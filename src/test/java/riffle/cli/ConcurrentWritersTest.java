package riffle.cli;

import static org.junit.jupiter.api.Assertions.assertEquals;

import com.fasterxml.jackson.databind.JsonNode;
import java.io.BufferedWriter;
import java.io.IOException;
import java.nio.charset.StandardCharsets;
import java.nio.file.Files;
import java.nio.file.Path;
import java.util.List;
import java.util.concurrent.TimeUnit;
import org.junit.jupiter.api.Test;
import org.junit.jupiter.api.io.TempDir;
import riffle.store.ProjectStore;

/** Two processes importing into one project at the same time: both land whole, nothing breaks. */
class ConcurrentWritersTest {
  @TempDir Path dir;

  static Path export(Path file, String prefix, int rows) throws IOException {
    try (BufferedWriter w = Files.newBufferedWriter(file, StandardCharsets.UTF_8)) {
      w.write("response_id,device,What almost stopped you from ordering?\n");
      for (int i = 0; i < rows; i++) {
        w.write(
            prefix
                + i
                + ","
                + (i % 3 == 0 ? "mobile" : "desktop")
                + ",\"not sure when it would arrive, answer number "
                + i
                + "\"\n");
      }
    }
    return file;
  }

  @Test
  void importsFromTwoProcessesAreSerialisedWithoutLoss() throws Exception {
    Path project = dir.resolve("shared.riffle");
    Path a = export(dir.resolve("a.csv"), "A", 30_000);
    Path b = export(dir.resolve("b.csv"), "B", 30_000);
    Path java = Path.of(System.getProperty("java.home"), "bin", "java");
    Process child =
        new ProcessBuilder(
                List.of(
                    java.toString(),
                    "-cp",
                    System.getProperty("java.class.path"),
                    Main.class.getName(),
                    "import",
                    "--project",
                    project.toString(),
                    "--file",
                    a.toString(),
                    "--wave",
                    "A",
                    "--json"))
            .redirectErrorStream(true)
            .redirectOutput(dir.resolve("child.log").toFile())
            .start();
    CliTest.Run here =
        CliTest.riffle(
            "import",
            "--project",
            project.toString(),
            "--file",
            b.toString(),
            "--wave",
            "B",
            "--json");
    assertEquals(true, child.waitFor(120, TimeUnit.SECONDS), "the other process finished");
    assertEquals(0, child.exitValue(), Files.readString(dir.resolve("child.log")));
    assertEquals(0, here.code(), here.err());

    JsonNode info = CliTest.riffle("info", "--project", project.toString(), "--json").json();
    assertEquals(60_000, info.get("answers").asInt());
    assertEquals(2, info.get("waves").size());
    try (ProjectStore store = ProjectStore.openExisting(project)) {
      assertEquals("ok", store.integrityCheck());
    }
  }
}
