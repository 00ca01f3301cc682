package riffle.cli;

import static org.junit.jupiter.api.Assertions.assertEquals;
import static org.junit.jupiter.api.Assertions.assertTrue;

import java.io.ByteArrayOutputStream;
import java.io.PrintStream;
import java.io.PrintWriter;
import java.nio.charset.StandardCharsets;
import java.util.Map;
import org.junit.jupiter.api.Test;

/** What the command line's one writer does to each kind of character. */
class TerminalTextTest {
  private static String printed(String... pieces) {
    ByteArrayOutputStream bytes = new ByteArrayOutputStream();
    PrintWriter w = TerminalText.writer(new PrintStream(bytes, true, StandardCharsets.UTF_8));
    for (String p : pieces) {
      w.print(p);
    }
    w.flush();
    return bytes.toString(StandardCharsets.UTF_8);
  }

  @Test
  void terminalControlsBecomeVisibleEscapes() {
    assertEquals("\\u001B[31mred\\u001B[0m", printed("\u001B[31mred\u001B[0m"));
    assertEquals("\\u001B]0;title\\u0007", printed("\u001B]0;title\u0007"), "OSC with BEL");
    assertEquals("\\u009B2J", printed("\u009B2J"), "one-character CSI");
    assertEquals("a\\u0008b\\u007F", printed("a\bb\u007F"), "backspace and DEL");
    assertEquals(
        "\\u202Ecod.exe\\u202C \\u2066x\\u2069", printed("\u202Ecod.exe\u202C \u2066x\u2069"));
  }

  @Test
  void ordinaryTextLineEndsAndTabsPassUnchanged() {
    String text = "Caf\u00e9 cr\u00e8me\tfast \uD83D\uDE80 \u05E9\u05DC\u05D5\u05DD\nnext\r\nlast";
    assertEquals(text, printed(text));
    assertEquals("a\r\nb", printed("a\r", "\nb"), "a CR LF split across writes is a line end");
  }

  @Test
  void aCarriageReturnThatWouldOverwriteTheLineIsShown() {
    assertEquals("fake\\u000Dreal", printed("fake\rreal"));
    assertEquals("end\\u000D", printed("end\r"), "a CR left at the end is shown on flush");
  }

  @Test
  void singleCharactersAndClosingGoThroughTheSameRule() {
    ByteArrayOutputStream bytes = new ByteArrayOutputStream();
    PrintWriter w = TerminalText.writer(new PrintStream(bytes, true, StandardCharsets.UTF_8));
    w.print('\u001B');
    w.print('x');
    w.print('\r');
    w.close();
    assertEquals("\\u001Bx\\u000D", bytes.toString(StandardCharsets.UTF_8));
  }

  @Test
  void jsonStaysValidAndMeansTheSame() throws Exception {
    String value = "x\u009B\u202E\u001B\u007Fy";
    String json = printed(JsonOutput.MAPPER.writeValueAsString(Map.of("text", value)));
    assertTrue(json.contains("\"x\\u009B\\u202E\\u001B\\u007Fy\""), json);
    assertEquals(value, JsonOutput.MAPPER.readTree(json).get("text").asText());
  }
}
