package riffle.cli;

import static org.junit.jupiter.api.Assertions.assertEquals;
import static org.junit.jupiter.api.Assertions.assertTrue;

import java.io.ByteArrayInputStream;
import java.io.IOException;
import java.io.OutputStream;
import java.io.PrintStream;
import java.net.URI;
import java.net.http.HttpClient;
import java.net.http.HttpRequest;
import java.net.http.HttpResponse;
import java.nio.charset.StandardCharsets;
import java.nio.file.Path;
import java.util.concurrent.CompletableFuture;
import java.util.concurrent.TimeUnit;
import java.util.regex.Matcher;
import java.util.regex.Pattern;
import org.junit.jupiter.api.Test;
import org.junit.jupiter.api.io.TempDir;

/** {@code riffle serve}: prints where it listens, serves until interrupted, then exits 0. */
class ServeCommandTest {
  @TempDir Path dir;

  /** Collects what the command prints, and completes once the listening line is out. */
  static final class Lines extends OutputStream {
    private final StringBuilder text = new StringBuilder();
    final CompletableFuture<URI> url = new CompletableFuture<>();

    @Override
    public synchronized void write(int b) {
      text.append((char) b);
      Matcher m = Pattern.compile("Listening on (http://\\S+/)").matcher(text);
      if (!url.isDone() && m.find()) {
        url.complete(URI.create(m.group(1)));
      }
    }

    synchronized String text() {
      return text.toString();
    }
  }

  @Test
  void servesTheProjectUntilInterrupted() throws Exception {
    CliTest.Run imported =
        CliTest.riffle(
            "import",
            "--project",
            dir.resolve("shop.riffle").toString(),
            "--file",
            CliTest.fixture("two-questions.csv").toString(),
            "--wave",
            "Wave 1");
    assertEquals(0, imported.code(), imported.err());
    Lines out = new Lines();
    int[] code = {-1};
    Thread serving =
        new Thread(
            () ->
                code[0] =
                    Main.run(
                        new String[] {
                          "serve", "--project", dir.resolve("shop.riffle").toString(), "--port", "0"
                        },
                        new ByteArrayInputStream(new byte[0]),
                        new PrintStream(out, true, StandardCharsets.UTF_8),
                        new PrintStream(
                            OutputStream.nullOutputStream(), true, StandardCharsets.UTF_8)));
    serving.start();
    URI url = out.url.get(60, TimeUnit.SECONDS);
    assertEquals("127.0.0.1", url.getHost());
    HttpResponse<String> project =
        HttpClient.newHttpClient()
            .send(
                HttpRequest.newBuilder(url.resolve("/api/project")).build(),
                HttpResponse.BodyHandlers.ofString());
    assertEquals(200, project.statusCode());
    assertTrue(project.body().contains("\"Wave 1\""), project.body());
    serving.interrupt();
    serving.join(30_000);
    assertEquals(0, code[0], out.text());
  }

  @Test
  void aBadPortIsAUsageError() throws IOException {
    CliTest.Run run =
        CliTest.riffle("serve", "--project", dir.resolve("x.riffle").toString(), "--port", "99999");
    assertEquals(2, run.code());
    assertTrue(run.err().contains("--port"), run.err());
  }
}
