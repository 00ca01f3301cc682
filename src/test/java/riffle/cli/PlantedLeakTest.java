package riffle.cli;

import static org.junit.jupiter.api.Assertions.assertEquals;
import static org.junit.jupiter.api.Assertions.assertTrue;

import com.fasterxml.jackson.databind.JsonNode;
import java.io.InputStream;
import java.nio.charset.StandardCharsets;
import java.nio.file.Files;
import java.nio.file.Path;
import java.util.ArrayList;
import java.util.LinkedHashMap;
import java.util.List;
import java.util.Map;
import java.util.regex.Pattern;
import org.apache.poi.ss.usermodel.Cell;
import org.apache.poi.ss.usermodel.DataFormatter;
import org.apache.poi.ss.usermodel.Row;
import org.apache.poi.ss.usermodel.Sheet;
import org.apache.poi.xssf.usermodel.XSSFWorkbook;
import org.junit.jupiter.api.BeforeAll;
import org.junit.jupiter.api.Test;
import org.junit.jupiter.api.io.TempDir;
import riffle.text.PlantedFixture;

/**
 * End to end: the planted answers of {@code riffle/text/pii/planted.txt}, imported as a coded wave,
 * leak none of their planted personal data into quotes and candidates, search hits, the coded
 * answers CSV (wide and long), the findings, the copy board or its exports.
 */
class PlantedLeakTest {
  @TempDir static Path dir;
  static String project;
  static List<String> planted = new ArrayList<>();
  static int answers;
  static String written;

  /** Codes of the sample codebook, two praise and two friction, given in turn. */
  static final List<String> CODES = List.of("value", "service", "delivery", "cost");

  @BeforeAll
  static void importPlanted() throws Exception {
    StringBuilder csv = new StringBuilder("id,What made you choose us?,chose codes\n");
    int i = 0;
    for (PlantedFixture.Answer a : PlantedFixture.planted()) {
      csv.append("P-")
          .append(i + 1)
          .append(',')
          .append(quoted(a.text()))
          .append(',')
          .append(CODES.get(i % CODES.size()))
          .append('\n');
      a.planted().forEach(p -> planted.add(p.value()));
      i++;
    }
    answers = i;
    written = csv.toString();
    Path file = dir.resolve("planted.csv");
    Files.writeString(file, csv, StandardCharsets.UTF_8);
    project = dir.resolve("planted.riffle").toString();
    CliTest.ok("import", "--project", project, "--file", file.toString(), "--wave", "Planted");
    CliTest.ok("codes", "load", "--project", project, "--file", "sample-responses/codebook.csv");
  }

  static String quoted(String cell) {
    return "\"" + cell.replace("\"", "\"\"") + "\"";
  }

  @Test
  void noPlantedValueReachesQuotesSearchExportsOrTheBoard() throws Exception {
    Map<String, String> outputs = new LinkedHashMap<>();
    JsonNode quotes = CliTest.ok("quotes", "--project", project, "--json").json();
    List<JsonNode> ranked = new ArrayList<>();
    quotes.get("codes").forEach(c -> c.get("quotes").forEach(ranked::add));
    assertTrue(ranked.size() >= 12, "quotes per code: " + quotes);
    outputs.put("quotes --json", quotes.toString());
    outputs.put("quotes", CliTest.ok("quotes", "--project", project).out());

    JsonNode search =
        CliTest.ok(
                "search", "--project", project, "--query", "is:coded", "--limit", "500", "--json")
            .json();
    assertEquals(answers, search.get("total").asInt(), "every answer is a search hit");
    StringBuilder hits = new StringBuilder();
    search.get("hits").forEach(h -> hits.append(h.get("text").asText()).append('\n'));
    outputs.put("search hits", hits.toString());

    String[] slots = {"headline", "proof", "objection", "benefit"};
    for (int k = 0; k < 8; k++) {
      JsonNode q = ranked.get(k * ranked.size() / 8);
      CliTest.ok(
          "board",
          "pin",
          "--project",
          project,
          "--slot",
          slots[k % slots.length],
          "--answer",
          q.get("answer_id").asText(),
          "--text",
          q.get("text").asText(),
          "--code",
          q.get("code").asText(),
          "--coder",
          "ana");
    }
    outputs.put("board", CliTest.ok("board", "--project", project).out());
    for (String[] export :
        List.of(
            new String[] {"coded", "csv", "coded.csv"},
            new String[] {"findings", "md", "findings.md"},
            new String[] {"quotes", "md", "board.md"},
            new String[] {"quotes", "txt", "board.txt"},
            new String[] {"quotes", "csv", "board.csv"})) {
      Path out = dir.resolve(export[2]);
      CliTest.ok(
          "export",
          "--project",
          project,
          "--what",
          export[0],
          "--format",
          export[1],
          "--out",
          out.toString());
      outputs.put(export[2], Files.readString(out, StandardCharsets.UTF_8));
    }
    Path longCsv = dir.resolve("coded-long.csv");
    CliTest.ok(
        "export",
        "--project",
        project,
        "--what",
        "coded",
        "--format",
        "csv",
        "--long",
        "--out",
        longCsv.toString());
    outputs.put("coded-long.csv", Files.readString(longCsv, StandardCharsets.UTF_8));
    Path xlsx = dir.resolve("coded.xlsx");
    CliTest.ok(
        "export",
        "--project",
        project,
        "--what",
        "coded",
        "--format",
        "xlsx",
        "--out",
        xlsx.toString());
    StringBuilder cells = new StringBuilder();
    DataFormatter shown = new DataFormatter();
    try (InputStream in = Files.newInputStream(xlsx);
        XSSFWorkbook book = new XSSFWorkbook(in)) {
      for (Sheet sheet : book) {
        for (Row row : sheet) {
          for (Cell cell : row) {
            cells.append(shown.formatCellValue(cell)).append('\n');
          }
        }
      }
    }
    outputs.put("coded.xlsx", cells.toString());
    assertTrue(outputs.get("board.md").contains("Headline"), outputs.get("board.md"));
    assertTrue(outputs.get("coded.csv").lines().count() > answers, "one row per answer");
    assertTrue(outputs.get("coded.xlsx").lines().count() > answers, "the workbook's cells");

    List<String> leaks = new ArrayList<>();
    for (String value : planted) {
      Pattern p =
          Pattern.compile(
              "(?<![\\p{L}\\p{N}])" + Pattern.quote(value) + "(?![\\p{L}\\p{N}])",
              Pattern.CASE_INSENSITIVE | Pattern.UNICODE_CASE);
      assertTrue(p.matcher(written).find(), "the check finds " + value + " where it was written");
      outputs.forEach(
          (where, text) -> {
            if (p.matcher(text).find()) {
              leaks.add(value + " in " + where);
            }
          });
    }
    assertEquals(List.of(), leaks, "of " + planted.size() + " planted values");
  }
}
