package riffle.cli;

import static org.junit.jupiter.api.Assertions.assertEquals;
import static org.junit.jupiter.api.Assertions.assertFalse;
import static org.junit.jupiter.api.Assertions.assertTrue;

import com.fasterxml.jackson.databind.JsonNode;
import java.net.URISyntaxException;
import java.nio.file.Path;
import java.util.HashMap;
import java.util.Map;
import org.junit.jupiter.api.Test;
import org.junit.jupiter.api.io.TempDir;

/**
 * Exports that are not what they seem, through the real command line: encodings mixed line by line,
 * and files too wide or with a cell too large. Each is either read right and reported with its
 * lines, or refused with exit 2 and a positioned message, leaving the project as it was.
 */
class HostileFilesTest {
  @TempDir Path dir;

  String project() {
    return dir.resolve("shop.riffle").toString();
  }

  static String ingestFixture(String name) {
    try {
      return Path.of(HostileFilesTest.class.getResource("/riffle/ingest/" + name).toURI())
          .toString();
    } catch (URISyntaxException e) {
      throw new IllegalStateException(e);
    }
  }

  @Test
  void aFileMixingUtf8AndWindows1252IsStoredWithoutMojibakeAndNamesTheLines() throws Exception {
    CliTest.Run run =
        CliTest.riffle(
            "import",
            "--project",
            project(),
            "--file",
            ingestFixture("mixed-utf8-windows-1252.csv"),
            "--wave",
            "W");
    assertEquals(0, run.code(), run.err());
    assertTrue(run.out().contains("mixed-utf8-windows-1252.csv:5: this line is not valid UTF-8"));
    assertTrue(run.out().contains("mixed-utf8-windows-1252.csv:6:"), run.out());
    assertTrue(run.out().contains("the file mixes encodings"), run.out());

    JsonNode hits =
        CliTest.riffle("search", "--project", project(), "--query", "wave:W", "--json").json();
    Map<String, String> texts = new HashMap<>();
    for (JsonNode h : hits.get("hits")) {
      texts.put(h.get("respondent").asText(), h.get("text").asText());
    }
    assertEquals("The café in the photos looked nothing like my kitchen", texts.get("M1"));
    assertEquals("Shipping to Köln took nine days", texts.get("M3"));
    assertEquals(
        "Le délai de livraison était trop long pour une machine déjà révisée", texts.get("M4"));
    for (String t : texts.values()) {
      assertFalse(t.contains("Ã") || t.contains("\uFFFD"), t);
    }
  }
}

===============

## What you should do
A single number is the whole answer: report how many lines in the data above include the word "XSSFWorkbook".

## Exercise output
2